Court Opinion

ID: 3487334
Source: CourtListenerOpinion
Date Created: 2016-07-05 21:14:50.506021+00
Date Added: 2024-06-11T13:54:04.088010
License: Public Domain

After some hesitation I agree that the legislative mandate to "Review any reviewable errors" is applicable only to questions otherwise, by statute, made reviewable and not to any and every question which this Court without any statutory guide might hold to be reviewable. It may be, however, that this Act of 1945 makes such questions reviewable notwithstanding failure to object, except or take other technical action. It would accord with reason and justice and with provisions in other jurisdictions that a man should not be hanged for his lawyer's failure to object or except to clear prejudicial error.
There can be no doubt as to the power of the Legislature to add to the reviewable questions or to change the methods of review on appeals by the accused. The constitutional provision that the jury shall be the judges of the law and the facts is (a) a procedural provision and (b) a constitutional right of the accused of which he can not be deprived by the Legislature. A verdict of acquittal can not be made reviewable on motion for a new trial, on appeal or otherwise. State v. Rosen, 181 Md. 167,28 A.2d 829. But judgments of conviction may be, and from time to time, have been, made reviewable, at the instance *Page 20 
of the accused, to such extent and in such manner as the Legislature may deem fit.
In Maryland from early times, unlike many other jurisdictions, the constitutional right of trial by jury could be, and now commonly is, waived by the accused even in capital cases. In this respect there is no difference between the right of trial by jury at common law or under the Constitution of 1776 and the right under the Constitution of 1851 and the subsequent constitutions containing provision that the jury shall be the judges of the law and the facts. This right may be waived without statutory provision for procedure. By such waiver the constitutional provision that the jury shall be the judges of the law and the facts ceases to be a constitutional right but (in the absence of other legislative provision) is applied by analogy, as a procedural provision, to trial judges sitting "as a jury," as if they were actually a jury. Thus both in jury and non-jury cases this Court has repeatedly held that even the legal sufficiency of the evidence of guilt is not reviewable by this Court on appeal in capital or other criminal cases.
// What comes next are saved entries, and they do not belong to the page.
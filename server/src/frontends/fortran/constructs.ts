/** Blocks: conditions, selections, loops, associations. */
import type { Expr, Stmt } from '../../program/nodes.ts';
import { closeBlock } from './blocks.ts';
import { expression } from './expressions.ts';
import { doStatement, forallStatement } from './loops.ts';
import { list } from './primary.ts';
import type { Reader } from './reader.ts';
import { assigned, baseOf, block, headBase, isAssignment, statement } from './statements.ts';
import type { Token } from './tokens.ts';

/** The block that begins here; undefined where none does. */
export function constructs(reader: Reader): readonly Stmt[] | undefined {
  const { token } = reader;
  switch (token.text) {
    case 'if':
      return reader.isOp('(', 1) ? [ifStatement(reader, token)] : undefined;
    case 'where':
      return reader.isOp('(', 1) ? [whereStatement(reader, token)] : undefined;
    case 'do':
      return doStatement(reader, token);
    case 'forall':
      return reader.isOp('(', 1) ? forallStatement(reader, token) : undefined;
    case 'select':
    case 'selectcase':
    case 'selecttype':
      return selection(reader, token);
    case 'associate':
      return association(reader, token);
    case 'block':
    case 'critical':
      return inPlace(reader, token);
    default:
      return undefined;
  }
}

/** The condition in brackets that opens here. */
function condition(reader: Reader): Expr {
  const args = list(reader, ')');
  const [only] = args;
  return args.length === 1 && only ? only.value : reader.unknown(reader.since(reader.position), args.map((each) => each.value));
}

function isElse(reader: Reader): boolean {
  return /^(?:else|elseif|elsewhere)$/.test(reader.token.text) && reader.token.kind === 'name' && !isAssignment(reader);
}

function inBlock<T>(reader: Reader, word: string, run: () => T): T {
  reader.open.push(word);
  const made = run();
  reader.open.pop();
  return made;
}

function ifStatement(reader: Reader, opener: Token): Stmt {
  reader.next();
  const first = condition(reader);
  if (!reader.isName('then') || reader.peek()?.kind === 'op') return oneLine(reader, opener, first);
  reader.next();
  const arms: { condition: Expr; body: readonly Stmt[] }[] = [];
  let otherwise: readonly Stmt[] = [];
  inBlock(reader, 'if', () => {
    arms.push({ condition: first, body: block(reader, isElse) });
    while (isElse(reader)) {
      const word = reader.next();
      const again = word.text === 'elseif' || reader.takeName('if');
      const test = again && reader.isOp('(') ? condition(reader) : undefined;
      reader.takeName('then');
      if (!reader.atBreak) reader.skipStatement();
      const body = block(reader, isElse);
      if (test) arms.push({ condition: test, body });
      else otherwise = body;
    }
  });
  closeBlock(reader, 'if', opener);
  return { kind: 'if', arms, otherwise, ...headBase(reader, opener.start) };
}

/** `if (c) x = y`, and `if (x) 10, 20, 30`. */
function oneLine(reader: Reader, opener: Token, test: Expr): Stmt {
  if (reader.token.kind === 'number') {
    reader.skipStatement();
    return { kind: 'leave', flow: 'none', values: [test], ...baseOf(reader, opener.start) };
  }
  if (reader.atBreak) reader.problem('a statement is missing', { start: reader.position, end: reader.position });
  const body = reader.atBreak ? [] : statement(reader);
  return { kind: 'if', arms: [{ condition: test, body }], otherwise: [], ...reader.since(opener.start) };
}

/** A mask chooses elements: each part may or may not be done. */
function whereStatement(reader: Reader, opener: Token): Stmt {
  reader.next();
  const first = condition(reader);
  if (!reader.atBreak) return oneLine(reader, opener, first);
  const arms: { condition: Expr; body: readonly Stmt[] }[] = [];
  let otherwise: readonly Stmt[] = [];
  inBlock(reader, 'where', () => {
    arms.push({ condition: first, body: block(reader, isElse) });
    while (isElse(reader)) {
      reader.next();
      reader.takeName('where');
      const test = reader.isOp('(') ? condition(reader) : undefined;
      if (!reader.atBreak) reader.skipStatement();
      const body = block(reader, isElse);
      if (test) arms.push({ condition: test, body });
      else otherwise = body;
    }
  });
  closeBlock(reader, 'where', opener);
  return { kind: 'if', arms, otherwise, ...headBase(reader, opener.start) };
}

function isCase(reader: Reader): boolean {
  const { token } = reader;
  if (token.kind !== 'name' || isAssignment(reader)) return false;
  const next = reader.peek();
  if (token.text === 'case' || token.text === 'rank') return next?.text === '(' || next?.text === 'default';
  return (token.text === 'type' || token.text === 'class') && (next?.text === 'is' || next?.text === 'default');
}

/** `select case (x)`, `select type (p => x)`, `select rank (x)`. */
function selection(reader: Reader, opener: Token): readonly Stmt[] | undefined {
  if (opener.text === 'select' && reader.peek()?.kind !== 'name') return undefined;
  reader.next();
  if (opener.text === 'select') reader.next();
  const { start } = reader.token;
  const renamed = reader.isOp('(') && reader.isOp('=>', 2);
  if (renamed) reader.at += 3;
  const subject = renamed ? expression(reader) : reader.isOp('(') ? condition(reader) : reader.unknown({ start, end: start });
  reader.skipStatement();
  const cases: { bindings: []; guard?: Expr; body: readonly Stmt[] }[] = [];
  inBlock(reader, 'select', () => {
    block(reader, isCase);
    while (isCase(reader)) {
      const isValue = reader.next().text === 'case';
      const guard = isValue && reader.isOp('(') ? values(reader) : undefined;
      reader.skipStatement();
      cases.push({ bindings: [], ...(guard ? { guard } : {}), body: block(reader, isCase) });
    }
  });
  closeBlock(reader, 'select', opener);
  return [{ kind: 'match', subject, cases, ...headBase(reader, opener.start) }];
}

/** The values of a case; ranges among them. */
function values(reader: Reader): Expr {
  const { start } = reader.token;
  const args = list(reader, ')');
  return reader.unknown(reader.since(start), args.map((each) => each.value));
}

/** Names for expressions, and the block that uses them, as if it stood here. */
function association(reader: Reader, opener: Token): readonly Stmt[] | undefined {
  if (!reader.isOp('(', 1)) return undefined;
  reader.at += 2;
  const made: Stmt[] = [];
  while (!reader.done && !reader.atBreak && reader.token.kind === 'name' && reader.isOp('=>', 1)) {
    const name = reader.next();
    reader.next();
    const value = expression(reader);
    assigned(reader, value);
    const own: Expr = { kind: 'name', name: name.text, start: name.start, end: name.end };
    made.push({ kind: 'assign', targets: [own], value, ...reader.since(name.start) });
    if (!reader.takeOp(',')) break;
  }
  if (!reader.takeOp(')')) reader.problem(') is missing');
  reader.skipStatement();
  made.push(...inBlock(reader, 'associate', () => block(reader)));
  closeBlock(reader, 'associate', opener);
  return made;
}

function inPlace(reader: Reader, opener: Token): readonly Stmt[] | undefined {
  if (reader.peek()?.kind !== 'break' && !reader.isOp('(', 1)) return undefined;
  reader.skipStatement();
  const made = inBlock(reader, opener.text, () => block(reader));
  closeBlock(reader, opener.text, opener);
  return made;
}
The Legislature has not made any other procedural provision for review of such questions;e.g., it has not made obligatory the exercise by trial judges, at the request of the accused, of the power to give advisory instructions. There is, however, no such thing as a constitutional right to hang a man — or be hanged — without evidence. The multitude of decisions of this Court involve no such perversion of constitutional principles.
In civil cases, both in Maryland and in the federal courts, an analogous situation long existed until changed by existing rules of civil procedure. The right of the jury to decide questions of law in criminal cases is no more sacred than the right to decide questions of fact in civil or criminal cases. In either civil or criminal cases when there is no jury at all, the right as a constitutional right necessarily ceases to exist and becomes by analogy a mere rule of procedure until supplanted by other legislative provision for procedure. *Page 21 
A constitutional provision, especially in matters of procedure, may have a different effect standing alone from the same provision in conjunction with statutory provisions. Ghinger v.Bachtell, 169 Md. 678, 182 A. 558. As Mr. Justice Holmes has said, a word may not have the same meaning in a constitution as in a statute. Towne v. Eisner, 245 U.S. 418, 425, 62 L. Ed. 372.
The following memorandum was filed on Motion for Reargument:
MARKELL, J., is of the opinion that under the recent Fourteenth Amendment decisions of the Supreme Court legally sufficient evidence of guilt is a requisite of due process and therefore this Court, notwithstanding its own previous decisions to the contrary, should now decide this Federal question (raised in the motion for reargument) as to the legal sufficiency of the evidence.